▶ Work task:
In the material below, find every line with "chips" and pull it out.

--- Record excerpts Enclosed Below ---

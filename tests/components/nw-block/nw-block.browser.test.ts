import { expect, fixture, html } from '@open-wc/testing';
import { sendKeys } from '@web/test-runner-commands';
import '../../../components/nw-block/nw-block.ts';
import type { NwBlock } from '../../../components/nw-block/nw-block.ts';
import { withPart } from '../../../src/blocks/settings.ts';
import { expectAccessibleInBothThemes, setTheme } from '../both-themes.ts';
import { recordEvents, sampleBlock } from '../sample-bench.ts';

async function make(present = true): Promise<NwBlock> {
  setTheme(undefined);
  const { block, settings } = sampleBlock('tone');
  return fixture<NwBlock>(
    html`<nw-block .block=${block} .settings=${settings} .present=${present}></nw-block>`,
  );
}

const TYPES = ['nw-knob-move', 'nw-part-choose', 'nw-present-set', 'nw-drawer-open'];

describe('nw-block', () => {
  it('is accessible in both themes, in the line and out of it', async () => {
    await expectAccessibleInBothThemes(await make());
    await expectAccessibleInBothThemes(await make(false));
  });

  it('shows knobs with their resistances, parts with their values, and what it is doing', async () => {
    const element = await make();
    const knobs = [...element.shadowRoot!.querySelectorAll('nw-knob')];
    expect(knobs.map((knob) => `${knob.label} ${knob.readout}`)).to.deep.equal([
      'Treble 150k · 100k',
      'Bass 75k · 425k',
      'Middle 12k5 · 12k5',
    ]);
    const chips = [...element.shadowRoot!.querySelectorAll('nw-part-chip')];
    expect(chips.map((chip) => `${chip.label} ${chip.value}`)).to.include('Treble cap 390\u202fpF');
    expect(element.shadowRoot!.querySelector('.doing')!.textContent).to.equal('three knobs, mid to wiper');
  });

  it('says which knob moved and whether it has settled', async () => {
    const element = await make();
    const told = recordEvents(element, TYPES);
    element.shadowRoot!.querySelector('nw-knob')!.focus();
    await sendKeys({ press: 'ArrowUp' });
    expect(told).to.deep.equal([
      { type: 'nw-knob-move', detail: { slot: 'tone', knob: 'treble', position: 0.61, settled: false } },
      { type: 'nw-knob-move', detail: { slot: 'tone', knob: 'treble', position: 0.61, settled: true } },
    ]);
  });

  it('says which part was pressed, that it was taken out, and that its name was pressed', async () => {
    const element = await make();
    const told = recordEvents(element, TYPES);
    element.shadowRoot!.querySelector('nw-part-chip')!.shadowRoot!.querySelector('button')!.click();
    element.shadowRoot!.querySelector('nw-switch')!.shadowRoot!.querySelector('input')!.click();
    element.shadowRoot!.querySelector<HTMLElement>('.name')!.click();
    expect(told).to.deep.equal([
      { type: 'nw-part-choose', detail: { slot: 'tone', part: 'slope' } },
      { type: 'nw-present-set', detail: { slot: 'tone', present: false } },
      { type: 'nw-drawer-open', detail: { slot: 'tone' } },
    ]);
  });

  it('follows its settings without saying anything', async () => {
    const element = await make();
    const told = recordEvents(element, TYPES);
    element.settings = withPart(element.settings, 'trebleCap', 1e-9);
    await element.updateComplete;
    const values = [...element.shadowRoot!.querySelectorAll('nw-part-chip')].map((chip) => chip.value);
    expect(values).to.include('1\u202fnF');
    expect(told).to.deep.equal([]);
  });
});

--- End of Enclosed Record excerpts ---

▶ Exercise response:
    const chips = [...element.shadowRoot!.querySelectorAll('nw-part-chip')];
    expect(chips.map((chip) => `${chip.label} ${chip.value}`)).to.include('Treble cap 390\u202fpF');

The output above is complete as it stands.